EE Seminar: Big data - small training set: biomedical image analysis bottlenecks, some strategies and applications

26 ביוני 2017, 15:00 
חדר 011, בניין כיתות-חשמל 

 (The talk will be given in English)

 

Speaker:     Dr. Tammy Riklin-Raviv
                   Department of Electrical and Computer Engineering, Ben Gurion University

 

Monday, June 26th, 2017
15:00 - 16:00

Room 011, Kitot Bldg., Faculty of Engineering

 

Big data - small training set:  biomedical image analysis bottlenecks, some strategies and applications
 

Abstract

Recent progress in imaging technologies leads to a continuous growth in biomedical data, which canprovide better insight into important clinical and biological questions. Advanced machine learning techniques, such as artificial neural networks are brought to bear on addressing fundamental medical image computing challenges such as segmentation, classification and reconstruction, required for meaningful analysis of the data. Nevertheless, the main bottleneck, which is the lack of annotated examples or ‘ground truth’ to be used for training, still remains. 

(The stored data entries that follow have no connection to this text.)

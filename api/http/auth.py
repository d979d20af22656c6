"""Bearer API keys on every route but health and the OpenAPI document; the request's organisation.

Invariants:
- ``OHMTALLY_AUTH=on``: a request to any path but :data:`PUBLIC_PATHS` needs
  ``Authorization: Bearer oht_…`` naming a key that is neither revoked nor
  expired, else 401 with ``WWW-Authenticate: Bearer`` (RFC 6750 §3). A key
  without the scope the route needs gets 403 (``error="insufficient_scope"``).
  The secret is never echoed in a problem or a log line.
- Scopes: GET/HEAD need ``read``; ``POST /v1/verify`` (stateless) needs
  ``read``; every other write needs ``write``; a view marked
  :func:`require_scope` needs that scope. ``admin`` includes the other two.
- The OpenAPI document is public: it describes the API's shape, holds no
  tenant data, and clients and the fuzzer need it before they have a key.
- Every request that touches jobs has one organisation,
  :func:`current_organisation_id`: the key's, or with ``OHMTALLY_AUTH=off``
  the seeded ``local`` one. The repository filters every job query by it, so
  another organisation's job is a 404 exactly like a job that does not exist.
- Every response carries ``X-Content-Type-Options: nosniff`` and a sandboxing
  CSP (uploads are served back as data, never as a page); an authenticated
  one also ``Cache-Control: no-store``.
- Fails closed: a request context with no organisation resolved raises, it is
  never treated as "all organisations".
"""

from __future__ import annotations

from collections.abc import Callable
from datetime import timedelta
from typing import Any, TypeVar

from flask import Flask, Response, current_app, g, has_request_context, request
from sqlalchemy import select, update

from api.db.models import SCOPES, ApiKey, Organisation, utcnow
from api.db.session import read_session, write_session
from api.errors import ApiError
from api.http.keys import find_key
from api.render import HTML_STYLE_SOURCE

__all__ = [
    "PUBLIC_PATHS",
    "current_api_key_id",
    "current_organisation_id",
    "init_app",
    "require_scope",
    "required_scope",
    "tenant",
]

PUBLIC_PATHS = frozenset({"/v1/health", "/v1/ready", "/v1/openapi.json",
                          "/v1/docs", "/v1/docs/swagger-ui.css", "/v1/docs/swagger-ui-bundle.js"})
_REALM = 'Bearer realm="ohmtally"'
_LAST_USED_STEP = timedelta(hours=1)  # last_used_at is kept to the hour: no write on every read
_F = TypeVar("_F", bound=Callable[..., Any])


def require_scope(scope: str) -> Callable[[_F], _F]:
    """Mark a view (function or MethodView method) as needing ``scope``."""
    if scope not in SCOPES:
        raise ValueError(f"unknown scope {scope!r}")

    def mark(view: _F) -> _F:
        view._ohmtally_scope = scope  # type: ignore[attr-defined]
        return view

    return mark


def required_scope(app: Flask) -> str:
    """The scope the current request needs (see the module's invariants)."""
    view = app.view_functions.get(request.endpoint or "")
    cls = getattr(view, "view_class", None)
    method = getattr(cls, request.method.lower(), None) if cls is not None else None
    marked = getattr(method, "_ohmtally_scope", None) or getattr(view, "_ohmtally_scope", None)
    if marked:
        return str(marked)
    if request.method in ("GET", "HEAD", "OPTIONS"):
        return "read"
    if request.method == "POST" and request.path.rstrip("/") == "/v1/verify":
        return "read"  # nothing is stored: computing verdicts is reading the rules
    return "write"


def _unauthorised(code: str, detail: str, error: str | None = None) -> ApiError:
    challenge = _REALM + (f', error="{error}"' if error else "")
    return ApiError(401, code, detail, headers={"WWW-Authenticate": challenge})


def _bearer_token() -> str:
    header = request.headers.get("Authorization")
    if header is None:
        raise _unauthorised("missing_api_key", "send an API key: Authorization: Bearer oht_…")
    scheme, _, token = header.strip().partition(" ")
    if scheme.lower() != "bearer" or not token.strip():
        raise _unauthorised("invalid_api_key", "the Authorization header must be 'Bearer <API key>'",
                            "invalid_request")
    return token.strip()


def _authenticate(app: Flask) -> None:
    # The key is looked up in a reader's session of its own: authenticating never takes
    # the SQLite writer lock, and a write request's own transaction starts at its first
    # real query (a view that parses a body first does not hold the lock while it parses).
    with read_session() as session:
        key = find_key(session, _bearer_token())
        if key is None:  # never say which part was wrong, never echo the token
            raise _unauthorised("invalid_api_key", "the API key is not valid", "invalid_token")
        now = utcnow()
        if key.revoked_at is not None:
            raise _unauthorised("revoked_api_key", f"API key {key.id} was revoked", "invalid_token")
        if key.expires_at is not None and now >= key.expires_at:
            raise _unauthorised("expired_api_key", f"API key {key.id} has expired", "invalid_token")
        needed = required_scope(app)
        challenge = f'{_REALM}, error="insufficient_scope", scope="{needed}"'
        held = key.scope_set
        if needed not in held and "admin" not in held:
            raise ApiError(403, "insufficient_scope",
                           f"API key {key.id} has scope(s) {key.scopes}; this request needs {needed!r}",
                           headers={"WWW-Authenticate": challenge})
        g.api_key_id = key.id
        g.organisation_id = key.organisation_id
        stale = key.last_used_at is None or now - key.last_used_at >= _LAST_USED_STEP
    if stale:  # kept to the hour, so this write is rare; its own short transaction
        with write_session() as writer:
            writer.execute(update(ApiKey).where(ApiKey.id == g.api_key_id).values(last_used_at=now))
            writer.commit()


def _safe_headers(response: Response) -> Response:
    # Everything we return is data: an upload served back with the content type its
    # sender claimed (text/html …) must not be sniffed or run by a browser.
    response.headers.setdefault("X-Content-Type-Options", "nosniff")
    # The one exception is our own verdicts page (format=html): its inline stylesheet, by its hash.
    response.headers.setdefault("Content-Security-Policy",
                                f"default-src 'none'; style-src {HTML_STYLE_SOURCE}; sandbox")
    if g.get("api_key_id") is not None:  # a tenant's data: no shared cache may keep it
        response.headers.setdefault("Cache-Control", "no-store")
    return response


def init_app(app: Flask) -> None:
    """Install the key check (with OHMTALLY_AUTH=off: none; every request is the local organisation)."""
    auth_on = bool(app.extensions["ohmtally.settings"].auth)

    @app.before_request
    def _check_key() -> None:
        if request.path.rstrip("/") in PUBLIC_PATHS or not auth_on:
            return
        _authenticate(app)

    app.after_request(_safe_headers)
    options = dict(app.config.get("API_SPEC_OPTIONS") or {})
    options["components"] = {"securitySchemes": {"apiKey": {
        "type": "http", "scheme": "bearer", "bearerFormat": "oht_ API key",
        "description": "an API key from `ohmtally keys create`; scopes read, write, admin"}}}
    if auth_on:
        options["security"] = [{"apiKey": []}]
    app.config["API_SPEC_OPTIONS"] = options


def current_api_key_id() -> int | None:
    return g.get("api_key_id") if has_request_context() else None


def current_organisation_id() -> int | None:
    """The request's organisation id; ``None`` outside a request (CLI, scripts)."""
    if not has_request_context():
        return None
    return tenant()


def tenant() -> int:
    """The request's organisation id, which every job query is limited to (inside a request only)."""
    found = g.get("organisation_id")
    if found is not None:
        return int(found)
    if current_app.extensions["ohmtally.settings"].auth:
        raise RuntimeError("no organisation for this request: the key check did not run")
    local = current_app.extensions.get("ohmtally.local_org_id")
    if local is None:
        with read_session() as session:
            org = session.scalars(select(Organisation).where(Organisation.slug == "local")).first()
        if org is None:
            raise ApiError(500, "no_organisation", "the 'local' organisation is missing; "
                           "re-run `ohmtally db upgrade` on a fresh database")
        local = current_app.extensions["ohmtally.local_org_id"] = org.id
    g.organisation_id = local
    return int(local)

In my talk, I will give a brief overview on some biomedical image analysis problems we aim to address, and suggest how prior information about the problem at hand can be utilized to compensate for insufficient or even the absence of ground-truth data. I will then present a framework based on deep neural networks for the denoising of Dynamic contrast-enhanced MRI (DCE-MRI) sequences of the brain. DCE-MRI is an imaging protocol where MRI scans are acquired repetitively throughout the injection of a contrast agent, that is mainly used for quantitative assessment of blood-brain barrier (BBB) permeability. BBB dysfunctionality is associated with numerous brain pathologies including stroke, tumor, traumatic brain injury, epilepsy. Existing techniques for DCE-MRI analysis are error-prone as the dynamic scans are subject to non-white, spatially-dependent and anisotropic noise. To address DCE-MRI denoising challenges we use an ensemble of expert DNNs constructed as deep autoencoders, where each is trained on a specific subset of the input space to accommodate different noise characteristics and dynamic patterns. Since clean DCE-MRI sequences (ground truth) for training are not available, we present a sampling scheme, for generating realistic training sets with nonlinear dynamics that faithfully model clean DCE-MRI data and accounts for spatial similarities. The proposed approach has been successfully applied to full and even temporally down-sampled DCE-MRI sequences, from two different databases, of stroke and brain tumor patients, and is shown to favorably compare to state-of-the-art denoising methods.
 

BIO
Tammy Riklin Raviv is a faculty member at the Electrical and Computer Engineering department of Ben-Gurion University of the Negev since 2012. Her research focuses on the development of computational tools for processing and analysis of medical, and biological images. She holds a B.Sc. in Physics and an M.Sc. in Computer Science from the Hebrew University of Jerusalem. She received her Ph.D. from the School of Electrical Engineering of Tel-Aviv University. In 2010-2012 she was a research fellow at Harvard Medical School and the Broad Institute. Prior to this (2008-2010) she was a post-doctorate associate at the Computer Science and Artificial Intelligence Laboratory (CSAIL) at the Massachusetts Institute of Technology.